* PROBLEM REQUIREMENTS
Among the records below, find each line containing the word "case" and copy it.

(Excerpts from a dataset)
'''

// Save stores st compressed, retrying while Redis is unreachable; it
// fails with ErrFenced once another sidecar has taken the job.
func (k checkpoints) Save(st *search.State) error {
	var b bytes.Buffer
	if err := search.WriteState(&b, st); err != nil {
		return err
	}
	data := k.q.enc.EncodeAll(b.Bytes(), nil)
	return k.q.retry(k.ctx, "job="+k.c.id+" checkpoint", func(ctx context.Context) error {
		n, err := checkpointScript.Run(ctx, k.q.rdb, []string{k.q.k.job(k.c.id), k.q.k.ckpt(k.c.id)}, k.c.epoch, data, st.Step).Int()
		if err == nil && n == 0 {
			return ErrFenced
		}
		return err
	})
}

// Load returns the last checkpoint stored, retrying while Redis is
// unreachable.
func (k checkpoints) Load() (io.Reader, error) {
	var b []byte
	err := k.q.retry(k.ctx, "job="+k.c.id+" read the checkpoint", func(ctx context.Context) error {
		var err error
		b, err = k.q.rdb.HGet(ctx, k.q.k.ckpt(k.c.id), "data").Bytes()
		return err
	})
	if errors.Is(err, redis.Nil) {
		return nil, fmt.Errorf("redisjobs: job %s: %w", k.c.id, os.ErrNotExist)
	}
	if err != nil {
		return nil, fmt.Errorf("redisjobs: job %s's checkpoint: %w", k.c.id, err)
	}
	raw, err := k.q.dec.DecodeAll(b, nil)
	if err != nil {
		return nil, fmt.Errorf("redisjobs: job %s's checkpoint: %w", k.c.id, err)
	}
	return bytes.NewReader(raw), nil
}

'''
'''

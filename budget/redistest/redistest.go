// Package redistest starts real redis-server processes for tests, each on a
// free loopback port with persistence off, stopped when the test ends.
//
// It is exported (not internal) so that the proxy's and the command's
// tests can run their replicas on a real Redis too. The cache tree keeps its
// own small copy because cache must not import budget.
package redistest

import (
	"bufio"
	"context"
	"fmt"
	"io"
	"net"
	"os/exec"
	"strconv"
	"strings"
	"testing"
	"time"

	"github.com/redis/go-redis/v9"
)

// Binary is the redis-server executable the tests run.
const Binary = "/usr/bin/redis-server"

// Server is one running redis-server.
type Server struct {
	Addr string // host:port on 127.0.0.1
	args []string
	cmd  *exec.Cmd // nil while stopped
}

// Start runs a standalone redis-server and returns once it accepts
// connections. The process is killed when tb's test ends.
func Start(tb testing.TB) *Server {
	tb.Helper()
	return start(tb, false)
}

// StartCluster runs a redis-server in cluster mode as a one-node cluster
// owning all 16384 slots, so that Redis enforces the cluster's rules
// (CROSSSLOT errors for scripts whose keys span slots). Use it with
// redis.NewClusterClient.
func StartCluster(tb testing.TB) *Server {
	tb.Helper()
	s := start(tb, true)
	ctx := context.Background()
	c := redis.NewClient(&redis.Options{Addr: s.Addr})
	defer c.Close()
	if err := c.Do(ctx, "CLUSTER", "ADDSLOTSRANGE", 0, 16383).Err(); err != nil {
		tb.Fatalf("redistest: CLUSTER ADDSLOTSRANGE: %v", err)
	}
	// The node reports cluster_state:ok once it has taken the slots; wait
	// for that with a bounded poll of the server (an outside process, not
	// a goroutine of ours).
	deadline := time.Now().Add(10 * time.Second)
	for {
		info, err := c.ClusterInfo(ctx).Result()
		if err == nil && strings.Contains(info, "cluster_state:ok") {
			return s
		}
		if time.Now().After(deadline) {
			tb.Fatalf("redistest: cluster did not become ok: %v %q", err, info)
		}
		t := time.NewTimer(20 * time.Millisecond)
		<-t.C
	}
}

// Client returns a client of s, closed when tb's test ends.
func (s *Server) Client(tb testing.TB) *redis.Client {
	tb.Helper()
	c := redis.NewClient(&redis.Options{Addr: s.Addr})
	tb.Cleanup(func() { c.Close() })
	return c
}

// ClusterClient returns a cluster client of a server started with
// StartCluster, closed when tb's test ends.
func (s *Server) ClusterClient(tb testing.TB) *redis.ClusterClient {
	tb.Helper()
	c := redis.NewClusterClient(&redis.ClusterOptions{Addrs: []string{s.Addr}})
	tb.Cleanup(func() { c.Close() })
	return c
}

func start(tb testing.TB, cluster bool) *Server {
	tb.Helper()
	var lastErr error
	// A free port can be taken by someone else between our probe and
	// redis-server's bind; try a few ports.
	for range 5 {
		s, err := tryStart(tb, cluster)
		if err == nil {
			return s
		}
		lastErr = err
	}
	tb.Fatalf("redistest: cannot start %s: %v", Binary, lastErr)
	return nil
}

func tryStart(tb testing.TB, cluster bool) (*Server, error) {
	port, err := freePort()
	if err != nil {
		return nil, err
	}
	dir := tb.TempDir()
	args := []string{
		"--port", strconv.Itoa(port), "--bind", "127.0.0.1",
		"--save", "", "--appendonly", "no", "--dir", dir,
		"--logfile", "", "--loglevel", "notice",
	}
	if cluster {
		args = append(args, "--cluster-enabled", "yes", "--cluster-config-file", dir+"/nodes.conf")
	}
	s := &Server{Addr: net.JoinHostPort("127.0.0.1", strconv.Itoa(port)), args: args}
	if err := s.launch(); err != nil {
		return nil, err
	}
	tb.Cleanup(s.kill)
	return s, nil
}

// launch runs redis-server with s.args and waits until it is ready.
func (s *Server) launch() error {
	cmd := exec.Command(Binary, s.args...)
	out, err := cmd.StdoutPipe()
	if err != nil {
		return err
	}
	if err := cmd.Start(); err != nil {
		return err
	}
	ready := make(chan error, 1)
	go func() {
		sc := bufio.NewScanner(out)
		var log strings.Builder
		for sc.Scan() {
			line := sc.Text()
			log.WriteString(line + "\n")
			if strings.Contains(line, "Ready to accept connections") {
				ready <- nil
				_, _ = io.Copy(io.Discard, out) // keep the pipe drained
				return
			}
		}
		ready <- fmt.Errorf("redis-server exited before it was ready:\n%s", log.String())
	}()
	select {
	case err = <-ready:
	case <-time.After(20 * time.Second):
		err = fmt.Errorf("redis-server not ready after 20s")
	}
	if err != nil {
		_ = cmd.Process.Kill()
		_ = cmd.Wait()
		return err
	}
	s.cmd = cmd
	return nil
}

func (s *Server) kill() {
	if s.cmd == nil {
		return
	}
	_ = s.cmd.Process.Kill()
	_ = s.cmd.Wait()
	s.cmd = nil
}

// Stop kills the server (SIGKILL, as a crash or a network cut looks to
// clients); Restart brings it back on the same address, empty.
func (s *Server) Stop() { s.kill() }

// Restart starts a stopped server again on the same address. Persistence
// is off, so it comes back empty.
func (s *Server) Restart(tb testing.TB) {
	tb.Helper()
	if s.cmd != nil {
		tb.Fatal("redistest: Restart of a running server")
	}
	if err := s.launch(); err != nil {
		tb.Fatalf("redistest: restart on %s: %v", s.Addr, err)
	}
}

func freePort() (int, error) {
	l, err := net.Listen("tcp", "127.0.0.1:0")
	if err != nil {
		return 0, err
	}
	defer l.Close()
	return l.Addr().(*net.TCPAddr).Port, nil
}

'''

* REPLY TO THE EXERCISE
	case err = <-ready:
	case <-time.After(20 * time.Second):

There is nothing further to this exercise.